Visualize the results:

pf run visualize --name "${base_run_name}0,${eval_run_name}0,${base_run_name}1,${eval_run_name}1,${base_run_name}2,${eval_run_name}2"
For Windows CMD users, run commnad in toggle
pf run visualize --name "%base_run_name%0,%eval_run_name%0,base_run_name%1,%eval_run_name%1,base_run_name%2,%eval_run_name%2"

Click the HTML link, to get the experiment results. Click on column in the Output table will allow you to view the snapshot of each line.

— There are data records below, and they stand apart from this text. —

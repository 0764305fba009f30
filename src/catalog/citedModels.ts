/**
 * The model codes each family of catalog functions cites on its help page,
 * derived from the physics tables so that a model added to a material is
 * cited where it is used (tests/catalog/functions.test.ts checks that every
 * code a `model` argument accepts is cited). Where a function has a `model`
 * argument its default comes first, as the help page says.
 */
import {
  BANDGAP_NARROWING_MODEL_CODES,
  CAUGHEY_THOMAS_FIELD_CODE,
  FERMI_DIRAC_STATISTICS,
  HIGH_FIELD_TABLES,
  IONIZATION_MODEL_CODE,
  MATERIALS,
  SILICON,
  intrinsicModelCodes,
  ionizationModelCode,
  mobilityModelCodes,
  resistivityModelCodes,
  type Material,
} from '../physics';

/** Every code of codesOf over all materials, each once, in material order. */
export function allCodes(codesOf: (host: Material) => readonly string[]): readonly string[] {
  return unique(MATERIALS.flatMap((host) => codesOf(host)));
}

/**
 * "Si: a, b; Ge: c" — codes per material, for descriptions and README; with
 * only the first (default) code of each when `firstOnly`.
 */
export function perMaterial(codesOf: (host: Material) => readonly string[], firstOnly = false): string {
  return MATERIALS.map((host) => {
    const codes = codesOf(host);
    return `${host.code}: ${(firstOnly ? codes.slice(0, 1) : codes).join(', ')}`;
  }).join('; ');
}

/**
 * The default code of every material but silicon, for help texts that
 * describe silicon's models and then the other hosts'.
 *
 * @param codesOf - a material's codes, default first
 * @param form - 'for': "hilsum for Ge, sotoodeh for GaAs, …"; 'list': "hilsum, sotoodeh, …"
 */
export function otherMaterialDefaults(codesOf: (host: Material) => readonly string[], form: 'for' | 'list'): string {
  return MATERIALS.filter((host) => host !== SILICON)
    .map((host) => (form === 'for' ? `${codesOf(host)[0]} for ${host.code}` : codesOf(host)[0]))
    .join(', ');
}

function unique(codes: readonly string[]): string[] {
  return [...new Set(codes)];
}

/** Band gap of every material (DRIFT.BANDGAP). */
export const BANDGAP_MODELS = MATERIALS.map((host) => host.bandgap.code);

/** Effective densities of states of every material (DRIFT.CONDUCTIONDOS, DRIFT.VALENCEDOS). */
export const DENSITY_OF_STATES_MODELS = MATERIALS.map((host) => host.densityOfStates.code);

/** ni models (silicon's choices first), then what the other materials' ni is built from (DRIFT.INTRINSIC). */
export const INTRINSIC_MODELS = unique([
  ...allCodes(intrinsicModelCodes),
  ...MATERIALS.filter((host) => host !== SILICON).flatMap((host) => [host.bandgap.code, host.densityOfStates.code]),
]);

/** Dopant ionization of every material. */
export const IONIZATION_MODELS = MATERIALS.map((host) => (host === SILICON ? IONIZATION_MODEL_CODE : ionizationModelCode(host)));

/** What every equilibrium result rests on: ionization, carrier statistics, silicon's default ni. */
export const EQUILIBRIUM_MODELS = unique([
  IONIZATION_MODEL_CODE,
  FERMI_DIRAC_STATISTICS.code,
  intrinsicModelCodes(SILICON)[0],
  ...IONIZATION_MODELS,
]);

/** Mobility models of every material, silicon's default first (DRIFT.MOBILITY). */
export const MOBILITY_MODELS = allCodes(mobilityModelCodes);

/** Resistivity models of every material, silicon's default first (DRIFT.RESISTIVITY and its relatives). */
export const RESISTIVITY_MODELS = allCodes(resistivityModelCodes);

/** Each material's default mobility model: what functions without a `model` argument use. */
export const DEFAULT_MOBILITY_MODELS = unique(MATERIALS.map((host) => mobilityModelCodes(host)[0]));

/** Sources of the tabulated saturation velocities (DRIFT.VSAT). */
export const SATURATION_VELOCITY_MODELS = unique(
  HIGH_FIELD_TABLES.flatMap((table) => [table.electron, table.hole]).flatMap((entry) =>
    'modelCode' in entry ? [entry.modelCode, ...(entry.fieldExponentModelCode ? [entry.fieldExponentModelCode] : [])] : [],
  ),
);

/** The velocity–field law with its tables and the low-field mobility it starts from (DRIFT.VELOCITY, DRIFT.CURRENTDENSITY). */
export const HIGH_FIELD_MODELS = unique([CAUGHEY_THOMAS_FIELD_CODE, ...SATURATION_VELOCITY_MODELS, ...DEFAULT_MOBILITY_MODELS]);

/** Bandgap-narrowing models, then the ni they multiply (DRIFT.NIEFF). */
export const BANDGAP_NARROWING_MODELS = unique([...BANDGAP_NARROWING_MODEL_CODES, intrinsicModelCodes(SILICON)[0]]);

The snapshot of chat flow: Visualization chat flow

The snapshot of evaluation flow: Visualization eval flow

Excellent! Now you can compare their performances and token costs, and choose the prompt that best suits your needs. We can see that variant_1 and variant_2 have the same accuracy, but variant_1 has a lower token cost (only 2 few shots rather than the 6 in in variant_2). So variant_1 is the best choice for the quality and cost balance.

Conclusion

Great! Now you can compare their performances and token costs to choose the prompt that best suits your needs. Upon comparison, we can observe that variant_1 and variant_2 have the similar accuracy. However, variant_1 stands out as the better choice due to its lower token cost (2 few-shots vs. 6 few-shots).

comparison result

It is evident that adding more CoT examples in the prompt does not necessarily improve the accuracy further. Instead, we should identify the optimal point where the number of shots maximizes accuracy while minimizing cost.

Just in a few steps, we identified that variant_1 strikes the ideal balance between quality and cost! This is where the value of prompt tuning and evaluation using prompt flow becomes apparent. With prompt flow, you can easily test and evaluate different prompt variants, enabling you to facilitate high quality LLM-native apps to production.